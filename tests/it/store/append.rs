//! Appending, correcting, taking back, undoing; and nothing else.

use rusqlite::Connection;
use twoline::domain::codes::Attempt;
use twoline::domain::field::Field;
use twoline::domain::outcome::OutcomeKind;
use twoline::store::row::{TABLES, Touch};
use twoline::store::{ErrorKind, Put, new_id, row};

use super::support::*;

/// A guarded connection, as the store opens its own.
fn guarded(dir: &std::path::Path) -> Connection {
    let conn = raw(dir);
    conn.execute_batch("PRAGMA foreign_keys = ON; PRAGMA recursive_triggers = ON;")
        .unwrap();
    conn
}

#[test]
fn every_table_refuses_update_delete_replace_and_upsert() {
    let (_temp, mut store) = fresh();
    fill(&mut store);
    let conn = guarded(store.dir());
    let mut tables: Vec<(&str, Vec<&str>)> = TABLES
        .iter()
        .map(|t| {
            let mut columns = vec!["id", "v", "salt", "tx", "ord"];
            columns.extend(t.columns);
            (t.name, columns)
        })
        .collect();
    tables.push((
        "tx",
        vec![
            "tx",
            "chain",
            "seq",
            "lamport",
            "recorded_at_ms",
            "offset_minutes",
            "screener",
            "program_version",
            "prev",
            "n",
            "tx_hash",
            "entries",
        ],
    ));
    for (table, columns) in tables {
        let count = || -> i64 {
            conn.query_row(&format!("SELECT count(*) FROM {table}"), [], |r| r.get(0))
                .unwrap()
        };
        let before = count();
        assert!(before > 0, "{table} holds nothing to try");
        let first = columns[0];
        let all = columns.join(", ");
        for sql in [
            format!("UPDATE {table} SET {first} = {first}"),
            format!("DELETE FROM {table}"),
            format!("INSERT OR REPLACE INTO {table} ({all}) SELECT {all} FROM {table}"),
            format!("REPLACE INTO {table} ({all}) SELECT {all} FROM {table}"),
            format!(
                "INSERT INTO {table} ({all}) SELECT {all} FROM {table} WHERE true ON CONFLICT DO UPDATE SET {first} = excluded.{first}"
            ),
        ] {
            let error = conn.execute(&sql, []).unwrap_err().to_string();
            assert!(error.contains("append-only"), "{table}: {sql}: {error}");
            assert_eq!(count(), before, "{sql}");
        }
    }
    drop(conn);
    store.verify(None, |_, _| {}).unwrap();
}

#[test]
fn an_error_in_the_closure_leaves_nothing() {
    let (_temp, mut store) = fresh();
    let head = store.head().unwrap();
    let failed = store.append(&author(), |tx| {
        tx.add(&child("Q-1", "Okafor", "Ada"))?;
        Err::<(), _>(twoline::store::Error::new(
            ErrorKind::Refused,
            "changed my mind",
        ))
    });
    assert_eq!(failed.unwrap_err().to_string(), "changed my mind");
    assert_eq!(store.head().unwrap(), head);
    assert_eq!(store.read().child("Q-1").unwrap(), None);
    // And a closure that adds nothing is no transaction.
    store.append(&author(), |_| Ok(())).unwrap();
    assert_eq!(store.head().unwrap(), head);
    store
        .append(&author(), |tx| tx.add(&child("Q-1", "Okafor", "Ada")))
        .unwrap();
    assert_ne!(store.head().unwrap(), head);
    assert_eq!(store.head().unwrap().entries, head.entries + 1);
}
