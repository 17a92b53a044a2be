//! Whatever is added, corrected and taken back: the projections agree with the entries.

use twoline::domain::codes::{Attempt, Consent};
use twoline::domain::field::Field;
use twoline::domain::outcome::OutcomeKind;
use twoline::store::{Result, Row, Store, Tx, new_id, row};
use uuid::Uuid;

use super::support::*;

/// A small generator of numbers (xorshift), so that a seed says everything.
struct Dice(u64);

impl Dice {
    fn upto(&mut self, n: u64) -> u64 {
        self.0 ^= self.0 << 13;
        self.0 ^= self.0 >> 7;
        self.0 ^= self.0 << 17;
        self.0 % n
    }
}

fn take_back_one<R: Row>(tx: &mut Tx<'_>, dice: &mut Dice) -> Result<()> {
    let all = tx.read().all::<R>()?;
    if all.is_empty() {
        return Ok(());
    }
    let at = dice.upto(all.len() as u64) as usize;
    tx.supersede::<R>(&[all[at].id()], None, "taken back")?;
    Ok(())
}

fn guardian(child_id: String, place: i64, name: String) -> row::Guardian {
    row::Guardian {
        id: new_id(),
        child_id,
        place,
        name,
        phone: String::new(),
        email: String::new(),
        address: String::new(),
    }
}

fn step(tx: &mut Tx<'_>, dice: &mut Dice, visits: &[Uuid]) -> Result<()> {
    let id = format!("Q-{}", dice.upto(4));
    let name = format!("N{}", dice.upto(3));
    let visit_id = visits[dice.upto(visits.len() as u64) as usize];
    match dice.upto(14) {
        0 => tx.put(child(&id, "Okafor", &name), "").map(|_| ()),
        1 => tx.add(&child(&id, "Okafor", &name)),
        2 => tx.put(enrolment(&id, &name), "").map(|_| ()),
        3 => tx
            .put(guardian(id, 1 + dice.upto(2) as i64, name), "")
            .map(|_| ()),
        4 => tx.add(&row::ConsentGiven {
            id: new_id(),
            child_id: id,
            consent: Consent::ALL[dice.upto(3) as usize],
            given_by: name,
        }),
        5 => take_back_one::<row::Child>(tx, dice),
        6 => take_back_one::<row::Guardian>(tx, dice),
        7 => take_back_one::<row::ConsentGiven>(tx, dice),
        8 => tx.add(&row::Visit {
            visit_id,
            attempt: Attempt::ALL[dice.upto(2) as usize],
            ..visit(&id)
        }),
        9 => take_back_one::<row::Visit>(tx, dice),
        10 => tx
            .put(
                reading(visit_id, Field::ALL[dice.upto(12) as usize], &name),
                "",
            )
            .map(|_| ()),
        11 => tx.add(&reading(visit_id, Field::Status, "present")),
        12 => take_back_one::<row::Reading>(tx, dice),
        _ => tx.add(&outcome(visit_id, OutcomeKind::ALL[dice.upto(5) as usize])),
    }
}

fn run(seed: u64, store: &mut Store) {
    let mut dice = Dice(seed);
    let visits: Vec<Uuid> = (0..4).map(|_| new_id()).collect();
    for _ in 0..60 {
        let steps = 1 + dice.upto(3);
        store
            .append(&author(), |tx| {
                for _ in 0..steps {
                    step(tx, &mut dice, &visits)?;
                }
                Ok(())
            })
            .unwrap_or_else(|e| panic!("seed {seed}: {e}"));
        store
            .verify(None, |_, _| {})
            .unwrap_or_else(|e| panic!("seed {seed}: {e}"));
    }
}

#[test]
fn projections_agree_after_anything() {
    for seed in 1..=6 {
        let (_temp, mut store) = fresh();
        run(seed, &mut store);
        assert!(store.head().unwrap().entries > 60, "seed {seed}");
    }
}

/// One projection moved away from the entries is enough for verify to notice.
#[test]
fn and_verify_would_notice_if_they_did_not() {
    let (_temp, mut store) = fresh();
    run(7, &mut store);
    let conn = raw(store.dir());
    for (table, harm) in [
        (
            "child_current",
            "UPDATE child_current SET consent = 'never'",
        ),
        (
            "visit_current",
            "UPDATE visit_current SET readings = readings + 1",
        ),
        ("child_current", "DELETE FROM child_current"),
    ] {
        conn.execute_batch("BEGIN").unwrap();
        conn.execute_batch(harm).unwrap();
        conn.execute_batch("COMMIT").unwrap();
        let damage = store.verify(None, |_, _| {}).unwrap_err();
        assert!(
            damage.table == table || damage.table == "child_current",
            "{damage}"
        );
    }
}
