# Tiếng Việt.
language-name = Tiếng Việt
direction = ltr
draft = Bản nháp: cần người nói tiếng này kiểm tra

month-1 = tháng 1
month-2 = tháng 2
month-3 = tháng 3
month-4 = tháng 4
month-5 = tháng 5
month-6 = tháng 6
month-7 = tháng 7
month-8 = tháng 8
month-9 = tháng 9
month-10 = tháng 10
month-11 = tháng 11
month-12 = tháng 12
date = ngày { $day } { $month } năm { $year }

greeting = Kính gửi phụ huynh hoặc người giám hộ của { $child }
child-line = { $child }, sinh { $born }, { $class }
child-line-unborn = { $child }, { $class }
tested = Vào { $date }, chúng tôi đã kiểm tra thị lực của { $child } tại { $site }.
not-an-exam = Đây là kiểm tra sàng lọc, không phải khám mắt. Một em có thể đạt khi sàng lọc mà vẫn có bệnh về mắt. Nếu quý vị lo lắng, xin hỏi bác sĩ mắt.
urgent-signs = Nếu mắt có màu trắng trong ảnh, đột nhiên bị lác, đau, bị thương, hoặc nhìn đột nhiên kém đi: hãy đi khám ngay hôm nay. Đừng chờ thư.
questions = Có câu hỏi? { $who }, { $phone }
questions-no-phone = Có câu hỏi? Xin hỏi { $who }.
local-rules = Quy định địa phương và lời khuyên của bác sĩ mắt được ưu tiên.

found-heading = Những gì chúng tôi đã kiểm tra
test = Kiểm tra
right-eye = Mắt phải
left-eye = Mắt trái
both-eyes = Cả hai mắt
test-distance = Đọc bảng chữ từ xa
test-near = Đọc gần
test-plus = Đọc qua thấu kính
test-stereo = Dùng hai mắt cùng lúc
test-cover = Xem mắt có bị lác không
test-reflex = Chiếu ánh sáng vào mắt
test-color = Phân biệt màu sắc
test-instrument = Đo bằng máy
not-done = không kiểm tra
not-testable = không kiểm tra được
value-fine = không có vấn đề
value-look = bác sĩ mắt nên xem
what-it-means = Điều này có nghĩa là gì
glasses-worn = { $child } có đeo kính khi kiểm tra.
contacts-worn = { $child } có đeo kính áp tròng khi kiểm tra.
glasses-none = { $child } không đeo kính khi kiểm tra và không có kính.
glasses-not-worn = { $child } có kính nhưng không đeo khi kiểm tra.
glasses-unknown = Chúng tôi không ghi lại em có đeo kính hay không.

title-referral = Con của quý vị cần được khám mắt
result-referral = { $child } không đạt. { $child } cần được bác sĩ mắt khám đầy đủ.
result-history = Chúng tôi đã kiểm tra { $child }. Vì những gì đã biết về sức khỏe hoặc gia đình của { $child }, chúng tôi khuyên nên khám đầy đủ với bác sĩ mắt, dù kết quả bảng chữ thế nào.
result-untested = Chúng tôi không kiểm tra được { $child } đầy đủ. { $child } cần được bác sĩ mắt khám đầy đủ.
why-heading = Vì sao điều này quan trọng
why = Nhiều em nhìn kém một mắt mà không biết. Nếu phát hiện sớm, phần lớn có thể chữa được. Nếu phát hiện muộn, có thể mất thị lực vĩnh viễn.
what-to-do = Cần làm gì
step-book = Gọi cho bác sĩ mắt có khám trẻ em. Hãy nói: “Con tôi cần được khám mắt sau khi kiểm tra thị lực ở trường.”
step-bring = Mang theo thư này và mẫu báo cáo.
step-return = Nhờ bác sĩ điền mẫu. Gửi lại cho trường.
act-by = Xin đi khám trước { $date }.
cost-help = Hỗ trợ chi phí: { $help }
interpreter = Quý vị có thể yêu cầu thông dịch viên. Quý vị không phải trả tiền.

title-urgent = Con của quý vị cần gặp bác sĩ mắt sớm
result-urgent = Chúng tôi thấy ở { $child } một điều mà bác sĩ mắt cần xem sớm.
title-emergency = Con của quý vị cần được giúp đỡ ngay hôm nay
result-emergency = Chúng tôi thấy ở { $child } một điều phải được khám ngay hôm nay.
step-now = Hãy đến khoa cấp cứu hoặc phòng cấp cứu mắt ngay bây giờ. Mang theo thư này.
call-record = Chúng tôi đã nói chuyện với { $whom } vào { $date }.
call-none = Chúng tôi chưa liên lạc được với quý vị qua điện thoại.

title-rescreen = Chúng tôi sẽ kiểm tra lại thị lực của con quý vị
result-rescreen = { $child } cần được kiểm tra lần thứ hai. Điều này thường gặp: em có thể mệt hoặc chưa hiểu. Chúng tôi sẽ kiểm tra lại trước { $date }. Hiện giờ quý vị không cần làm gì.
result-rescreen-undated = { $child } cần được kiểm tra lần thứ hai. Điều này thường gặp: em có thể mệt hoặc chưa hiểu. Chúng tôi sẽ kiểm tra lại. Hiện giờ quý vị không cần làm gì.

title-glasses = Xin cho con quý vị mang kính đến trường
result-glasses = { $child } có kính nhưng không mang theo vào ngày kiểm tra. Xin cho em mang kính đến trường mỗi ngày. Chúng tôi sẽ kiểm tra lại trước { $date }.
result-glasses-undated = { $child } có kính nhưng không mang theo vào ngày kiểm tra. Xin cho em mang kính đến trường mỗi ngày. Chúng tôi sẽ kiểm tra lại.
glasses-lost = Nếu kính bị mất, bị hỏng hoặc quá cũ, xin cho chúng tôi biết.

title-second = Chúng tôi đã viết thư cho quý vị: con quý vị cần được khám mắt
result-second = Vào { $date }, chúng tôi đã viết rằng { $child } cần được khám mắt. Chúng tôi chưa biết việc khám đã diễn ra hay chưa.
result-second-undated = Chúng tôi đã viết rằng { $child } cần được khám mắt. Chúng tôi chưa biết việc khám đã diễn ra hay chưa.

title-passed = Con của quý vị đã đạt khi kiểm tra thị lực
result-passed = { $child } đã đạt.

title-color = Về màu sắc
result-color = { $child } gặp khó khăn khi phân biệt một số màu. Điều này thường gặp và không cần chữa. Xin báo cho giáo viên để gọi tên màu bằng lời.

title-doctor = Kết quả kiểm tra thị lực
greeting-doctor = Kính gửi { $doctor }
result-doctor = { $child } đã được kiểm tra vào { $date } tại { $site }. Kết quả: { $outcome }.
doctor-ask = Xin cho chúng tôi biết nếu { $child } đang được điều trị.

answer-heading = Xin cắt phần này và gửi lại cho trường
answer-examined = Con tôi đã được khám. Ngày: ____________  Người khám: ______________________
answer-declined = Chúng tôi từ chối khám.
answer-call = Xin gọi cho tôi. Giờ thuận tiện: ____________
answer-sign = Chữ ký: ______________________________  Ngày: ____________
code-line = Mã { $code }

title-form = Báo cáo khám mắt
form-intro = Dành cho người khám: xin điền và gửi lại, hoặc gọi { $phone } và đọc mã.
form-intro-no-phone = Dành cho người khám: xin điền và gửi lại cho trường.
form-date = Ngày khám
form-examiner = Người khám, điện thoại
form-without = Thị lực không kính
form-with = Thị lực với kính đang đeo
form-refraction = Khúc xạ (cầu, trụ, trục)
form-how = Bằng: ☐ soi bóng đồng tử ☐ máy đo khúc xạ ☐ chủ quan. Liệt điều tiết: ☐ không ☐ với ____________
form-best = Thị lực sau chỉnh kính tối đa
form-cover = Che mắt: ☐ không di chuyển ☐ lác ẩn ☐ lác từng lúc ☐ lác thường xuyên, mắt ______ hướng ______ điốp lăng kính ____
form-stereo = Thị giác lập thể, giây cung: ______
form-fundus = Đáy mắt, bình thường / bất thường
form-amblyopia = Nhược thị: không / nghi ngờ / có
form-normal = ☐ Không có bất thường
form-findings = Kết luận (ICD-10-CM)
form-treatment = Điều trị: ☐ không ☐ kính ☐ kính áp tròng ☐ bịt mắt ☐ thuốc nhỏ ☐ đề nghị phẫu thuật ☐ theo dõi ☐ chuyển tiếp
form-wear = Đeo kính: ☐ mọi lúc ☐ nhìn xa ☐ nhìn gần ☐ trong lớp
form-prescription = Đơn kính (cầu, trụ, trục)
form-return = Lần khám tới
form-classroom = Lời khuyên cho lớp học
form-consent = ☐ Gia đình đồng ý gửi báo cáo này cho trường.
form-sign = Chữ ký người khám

------------------------------------

There is a line with "result-second-undated = Chúng" and a line with "answer-call = Xin" above. Copy exactly those two lines and all lines between them, with nothing else.

• TASK OUTPUT:
result-second-undated = Chúng tôi đã viết rằng { $child } cần được khám mắt. Chúng tôi chưa biết việc khám đã diễn ra hay chưa.

title-passed = Con của quý vị đã đạt khi kiểm tra thị lực
result-passed = { $child } đã đạt.

title-color = Về màu sắc
result-color = { $child } gặp khó khăn khi phân biệt một số màu. Điều này thường gặp và không cần chữa. Xin báo cho giáo viên để gọi tên màu bằng lời.

title-doctor = Kết quả kiểm tra thị lực
greeting-doctor = Kính gửi { $doctor }
result-doctor = { $child } đã được kiểm tra vào { $date } tại { $site }. Kết quả: { $outcome }.
doctor-ask = Xin cho chúng tôi biết nếu { $child } đang được điều trị.

answer-heading = Xin cắt phần này và gửi lại cho trường
answer-examined = Con tôi đã được khám. Ngày: ____________  Người khám: ______________________
answer-declined = Chúng tôi từ chối khám.
answer-call = Xin gọi cho tôi. Giờ thuận tiện: ____________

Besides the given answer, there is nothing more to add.